Most of the recent occasions when I have used the word "algorithm" it's been
in contexts like "We can probably come up with an algorithm to distinguish
this case from that case" and "I spend a lot of my time designing and tweaking
algorithms". Replacing "algorithm" with "God" doesn't make much sense there,
either.

I suppose the author isn't really thinking about people who actually work with
algorithms every day, but about the general public.
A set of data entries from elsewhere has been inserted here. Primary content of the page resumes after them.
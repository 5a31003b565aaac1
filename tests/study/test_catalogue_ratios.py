"""Capacity and COP of the same compressor with two refrigerants, against medians of compressor catalogues.

Source: EnergyPlus data set RefrigerationCompressorCurves.idf, release 25.2, makers' catalogue polynomials: median and
quartiles over the listings with both refrigerants, one kind of machine and one rating condition each, every listing
with its own curves. Listings of R507A that are a flat factor of those of R404A are no evidence and not among them.
"""

from __future__ import annotations

import csv
from pathlib import Path

import pytest

from retrofit.case import Case
from retrofit.study import Comparison, compare
from retrofit.study.bands import compressor_part
from retrofit.study.states import Evidence

TABLE = Path(__file__).resolve().parents[1] / "published" / "compressor_ratios.csv"
EFFICIENCIES = {"isentropic_efficiency": 0.6, "volumetric_efficiency": 0.7}


def rows() -> list[dict[str, str]]:
    """Return the rows of the table."""
    with TABLE.open(encoding="utf-8", newline="") as file:
        return list(csv.DictReader(file))


@pytest.fixture(params=rows(), ids=lambda row: row["id"])
def rated(request, case_of) -> tuple[dict[str, str], Comparison]:
    """Return a row, and the comparison at its rating: dew temperatures, all superheat counted as cooling."""
    row = request.param
    superheat = float(row["return_gas_C"]) - float(row["T_evap_C"])
    case: Case = case_of(
        row["existing"],
        (row["candidate"],),
        duty={
            "evaporating": f"{row['T_evap_C']} degC",
            "condensing": f"{row['T_cond_C']} degC",
            "useful_superheat": f"{superheat} K",
            "line_superheat": "0 K",
            "subcooling": f"{row['subcooling_K']} K",
        },
        compressor=EFFICIENCIES | {"kind": row["kind"]},
        match="dew",
    )
    return row, compare(case)


@pytest.mark.parametrize("name", ["capacity", "cop"])
def test_ratios_of_catalogues(rated: tuple[dict[str, str], Comparison], name: str) -> None:
    """The median of the catalogues lies inside the band stated for the change."""
    row, found = rated
    candidate = found.candidates[0]

    assert candidate.evidence in (Evidence.NEAR, Evidence.FAR)
    band = compressor_part(name, candidate.evidence)[0]
    low, median, high = (float(row[f"{name}_{which}"]) for which in ("lowest_quartile", "ratio", "highest_quartile"))
    assert low <= median <= high
    assert median / candidate.relative[name] == pytest.approx(1.0, abs=band)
I would hazard a guess
that at least 75% of the general public have no idea what "algorithm" even
means, are not familiar with (e.g.) the fact that Google's search engine is
(kinda) executing one, and as a consequence don't have an attitude to
"algorithms" that remotely resembles that of religious people towards their
gods.

The sentence I quoted seems like the kind of thing people say to sound clever
and insightful, without actually paying too much attention to whether it makes
any sense.

There are (I think) some good points in the article, but having such overblown
bullshit so prominent so early in it really doesn't encourage me to read it
with the care the author presumably thinks it deserves.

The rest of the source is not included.